[Stored data entries]
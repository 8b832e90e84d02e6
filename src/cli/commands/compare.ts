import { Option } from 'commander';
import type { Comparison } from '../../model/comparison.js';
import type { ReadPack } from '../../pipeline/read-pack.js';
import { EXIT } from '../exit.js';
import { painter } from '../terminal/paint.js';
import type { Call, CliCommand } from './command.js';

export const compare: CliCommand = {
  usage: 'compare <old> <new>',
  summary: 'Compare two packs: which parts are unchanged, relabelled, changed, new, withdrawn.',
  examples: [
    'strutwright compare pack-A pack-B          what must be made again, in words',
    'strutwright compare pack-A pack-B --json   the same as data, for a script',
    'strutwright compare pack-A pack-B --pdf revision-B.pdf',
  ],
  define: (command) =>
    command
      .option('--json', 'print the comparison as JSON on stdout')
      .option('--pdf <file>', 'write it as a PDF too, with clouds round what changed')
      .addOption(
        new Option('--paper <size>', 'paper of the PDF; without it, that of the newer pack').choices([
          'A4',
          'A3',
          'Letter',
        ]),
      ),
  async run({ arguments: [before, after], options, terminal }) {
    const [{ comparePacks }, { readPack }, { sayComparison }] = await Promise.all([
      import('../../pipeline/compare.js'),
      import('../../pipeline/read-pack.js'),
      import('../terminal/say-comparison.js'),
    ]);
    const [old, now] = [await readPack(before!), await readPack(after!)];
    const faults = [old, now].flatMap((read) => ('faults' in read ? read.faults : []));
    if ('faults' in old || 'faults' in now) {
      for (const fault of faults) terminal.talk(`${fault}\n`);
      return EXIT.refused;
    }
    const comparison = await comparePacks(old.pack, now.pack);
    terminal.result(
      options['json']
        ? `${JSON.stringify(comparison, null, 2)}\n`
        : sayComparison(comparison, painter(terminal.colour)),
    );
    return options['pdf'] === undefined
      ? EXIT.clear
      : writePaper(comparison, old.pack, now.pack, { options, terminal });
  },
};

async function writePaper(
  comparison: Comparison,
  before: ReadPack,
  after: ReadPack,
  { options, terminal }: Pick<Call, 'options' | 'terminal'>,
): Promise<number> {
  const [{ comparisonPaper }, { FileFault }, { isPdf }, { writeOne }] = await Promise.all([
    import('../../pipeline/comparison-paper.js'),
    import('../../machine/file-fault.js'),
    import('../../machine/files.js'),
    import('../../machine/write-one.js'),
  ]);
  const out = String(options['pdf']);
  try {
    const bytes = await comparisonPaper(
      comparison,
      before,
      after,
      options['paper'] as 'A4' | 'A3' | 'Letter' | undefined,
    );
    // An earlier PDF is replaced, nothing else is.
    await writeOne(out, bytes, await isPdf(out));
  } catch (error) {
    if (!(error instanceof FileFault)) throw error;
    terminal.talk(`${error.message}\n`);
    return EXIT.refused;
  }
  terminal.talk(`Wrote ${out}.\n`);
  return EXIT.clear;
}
* * *
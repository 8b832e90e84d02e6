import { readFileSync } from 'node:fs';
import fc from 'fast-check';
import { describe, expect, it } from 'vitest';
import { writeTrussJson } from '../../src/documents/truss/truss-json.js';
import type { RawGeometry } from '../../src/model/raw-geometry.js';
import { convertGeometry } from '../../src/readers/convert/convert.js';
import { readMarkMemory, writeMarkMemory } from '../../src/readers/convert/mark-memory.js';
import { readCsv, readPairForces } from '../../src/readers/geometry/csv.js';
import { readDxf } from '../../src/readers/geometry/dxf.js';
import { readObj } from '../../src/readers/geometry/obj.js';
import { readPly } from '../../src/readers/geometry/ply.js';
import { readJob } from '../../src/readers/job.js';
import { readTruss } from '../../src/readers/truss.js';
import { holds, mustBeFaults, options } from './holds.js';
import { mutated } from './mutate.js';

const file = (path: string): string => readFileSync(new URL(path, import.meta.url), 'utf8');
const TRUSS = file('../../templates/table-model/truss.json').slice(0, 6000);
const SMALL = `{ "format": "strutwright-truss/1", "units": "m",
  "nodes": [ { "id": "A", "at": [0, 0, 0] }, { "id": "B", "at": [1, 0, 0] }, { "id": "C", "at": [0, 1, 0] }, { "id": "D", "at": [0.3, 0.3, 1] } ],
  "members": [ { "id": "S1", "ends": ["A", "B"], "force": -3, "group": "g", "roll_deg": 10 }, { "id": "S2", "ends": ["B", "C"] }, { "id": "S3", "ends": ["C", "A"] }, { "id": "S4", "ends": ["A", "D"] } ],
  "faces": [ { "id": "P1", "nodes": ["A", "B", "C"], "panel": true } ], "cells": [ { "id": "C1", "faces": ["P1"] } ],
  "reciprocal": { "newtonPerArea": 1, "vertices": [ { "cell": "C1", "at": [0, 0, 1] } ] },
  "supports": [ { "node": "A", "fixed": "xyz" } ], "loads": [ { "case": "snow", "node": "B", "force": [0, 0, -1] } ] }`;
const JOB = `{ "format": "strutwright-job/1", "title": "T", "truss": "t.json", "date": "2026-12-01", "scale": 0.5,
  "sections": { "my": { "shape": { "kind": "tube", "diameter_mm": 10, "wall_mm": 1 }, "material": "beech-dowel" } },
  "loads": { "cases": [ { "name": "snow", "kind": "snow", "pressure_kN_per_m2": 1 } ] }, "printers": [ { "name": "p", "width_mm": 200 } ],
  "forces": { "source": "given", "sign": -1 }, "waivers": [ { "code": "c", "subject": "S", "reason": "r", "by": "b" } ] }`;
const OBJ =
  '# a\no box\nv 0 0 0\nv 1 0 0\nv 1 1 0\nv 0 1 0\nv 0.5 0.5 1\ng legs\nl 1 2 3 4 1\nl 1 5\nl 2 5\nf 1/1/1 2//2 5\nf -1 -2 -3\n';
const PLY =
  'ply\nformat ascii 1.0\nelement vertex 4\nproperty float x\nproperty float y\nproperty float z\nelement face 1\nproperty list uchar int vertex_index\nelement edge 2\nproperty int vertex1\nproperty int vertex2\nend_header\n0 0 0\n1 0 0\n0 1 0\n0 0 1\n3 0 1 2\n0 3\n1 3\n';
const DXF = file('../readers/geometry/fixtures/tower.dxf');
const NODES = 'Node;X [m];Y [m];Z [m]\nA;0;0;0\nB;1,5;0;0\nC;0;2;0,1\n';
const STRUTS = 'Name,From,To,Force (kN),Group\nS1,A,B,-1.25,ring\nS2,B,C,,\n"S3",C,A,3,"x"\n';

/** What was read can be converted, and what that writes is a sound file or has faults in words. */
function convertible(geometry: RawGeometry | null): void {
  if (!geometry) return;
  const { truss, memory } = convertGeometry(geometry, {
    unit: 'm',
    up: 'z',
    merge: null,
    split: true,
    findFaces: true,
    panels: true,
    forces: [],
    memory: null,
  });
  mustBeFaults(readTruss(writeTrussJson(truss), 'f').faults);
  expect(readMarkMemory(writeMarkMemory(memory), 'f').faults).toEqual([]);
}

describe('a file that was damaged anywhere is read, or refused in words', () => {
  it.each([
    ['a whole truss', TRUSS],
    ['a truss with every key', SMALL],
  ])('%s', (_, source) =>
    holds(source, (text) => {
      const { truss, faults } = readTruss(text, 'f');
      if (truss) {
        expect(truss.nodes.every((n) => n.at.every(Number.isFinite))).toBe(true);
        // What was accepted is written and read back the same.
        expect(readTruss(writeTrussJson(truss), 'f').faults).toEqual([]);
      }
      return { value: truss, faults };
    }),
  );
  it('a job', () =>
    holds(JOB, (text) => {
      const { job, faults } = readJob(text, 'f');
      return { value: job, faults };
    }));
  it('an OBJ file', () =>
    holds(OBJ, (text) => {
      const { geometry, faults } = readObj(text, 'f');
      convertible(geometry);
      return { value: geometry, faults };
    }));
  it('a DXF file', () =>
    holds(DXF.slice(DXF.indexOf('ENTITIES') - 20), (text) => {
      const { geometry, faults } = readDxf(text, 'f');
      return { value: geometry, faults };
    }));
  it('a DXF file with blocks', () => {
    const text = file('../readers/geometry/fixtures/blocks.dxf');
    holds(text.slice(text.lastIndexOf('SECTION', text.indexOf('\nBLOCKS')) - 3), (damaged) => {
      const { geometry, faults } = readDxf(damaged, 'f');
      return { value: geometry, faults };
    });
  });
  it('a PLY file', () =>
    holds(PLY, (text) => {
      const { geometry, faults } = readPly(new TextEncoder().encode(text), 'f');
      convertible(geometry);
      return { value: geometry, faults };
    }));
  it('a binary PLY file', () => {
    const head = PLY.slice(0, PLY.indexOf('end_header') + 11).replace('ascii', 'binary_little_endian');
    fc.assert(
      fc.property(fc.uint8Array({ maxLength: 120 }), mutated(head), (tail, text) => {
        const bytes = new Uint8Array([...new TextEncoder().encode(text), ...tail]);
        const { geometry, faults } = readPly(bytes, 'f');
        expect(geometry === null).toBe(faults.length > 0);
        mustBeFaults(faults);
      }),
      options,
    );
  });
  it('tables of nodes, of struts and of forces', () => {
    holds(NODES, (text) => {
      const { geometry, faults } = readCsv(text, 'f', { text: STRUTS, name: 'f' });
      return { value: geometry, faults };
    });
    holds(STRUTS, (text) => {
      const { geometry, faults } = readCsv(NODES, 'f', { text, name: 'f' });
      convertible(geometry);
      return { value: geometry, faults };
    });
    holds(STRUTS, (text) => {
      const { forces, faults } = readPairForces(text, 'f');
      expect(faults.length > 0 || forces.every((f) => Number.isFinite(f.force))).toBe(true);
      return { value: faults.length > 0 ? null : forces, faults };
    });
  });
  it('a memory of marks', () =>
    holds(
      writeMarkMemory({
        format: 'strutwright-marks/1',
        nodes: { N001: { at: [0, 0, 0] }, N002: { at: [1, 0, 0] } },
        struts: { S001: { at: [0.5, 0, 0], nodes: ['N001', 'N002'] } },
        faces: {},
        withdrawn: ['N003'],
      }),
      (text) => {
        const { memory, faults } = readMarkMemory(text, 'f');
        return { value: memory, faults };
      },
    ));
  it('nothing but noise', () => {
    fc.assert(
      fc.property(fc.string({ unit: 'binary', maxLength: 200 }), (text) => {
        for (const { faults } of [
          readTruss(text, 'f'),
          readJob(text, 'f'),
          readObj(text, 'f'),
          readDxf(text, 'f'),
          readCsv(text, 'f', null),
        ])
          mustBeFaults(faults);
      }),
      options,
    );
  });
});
* * *
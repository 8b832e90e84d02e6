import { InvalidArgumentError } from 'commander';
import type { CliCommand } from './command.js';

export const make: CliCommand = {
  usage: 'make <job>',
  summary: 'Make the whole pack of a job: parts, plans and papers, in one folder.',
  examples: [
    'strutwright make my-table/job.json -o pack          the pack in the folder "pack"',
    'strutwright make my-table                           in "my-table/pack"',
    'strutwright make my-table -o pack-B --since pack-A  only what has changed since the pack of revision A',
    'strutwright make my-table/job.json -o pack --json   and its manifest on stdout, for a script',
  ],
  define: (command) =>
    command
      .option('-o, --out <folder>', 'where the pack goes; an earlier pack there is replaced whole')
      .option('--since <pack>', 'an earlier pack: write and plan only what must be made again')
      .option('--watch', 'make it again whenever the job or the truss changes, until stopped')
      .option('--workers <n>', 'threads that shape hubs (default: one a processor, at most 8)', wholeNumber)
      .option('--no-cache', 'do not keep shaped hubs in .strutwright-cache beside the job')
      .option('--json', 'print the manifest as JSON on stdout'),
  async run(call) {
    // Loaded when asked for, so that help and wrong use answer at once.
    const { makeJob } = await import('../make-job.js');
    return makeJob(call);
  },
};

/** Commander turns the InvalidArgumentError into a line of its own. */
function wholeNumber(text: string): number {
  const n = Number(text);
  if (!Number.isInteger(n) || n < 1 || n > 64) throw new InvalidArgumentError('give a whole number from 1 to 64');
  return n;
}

Exercise prompt: For every line above with the word "marks" in it, make a copy.

Response for this exercise:
  it('a memory of marks', () =>
        format: 'strutwright-marks/1',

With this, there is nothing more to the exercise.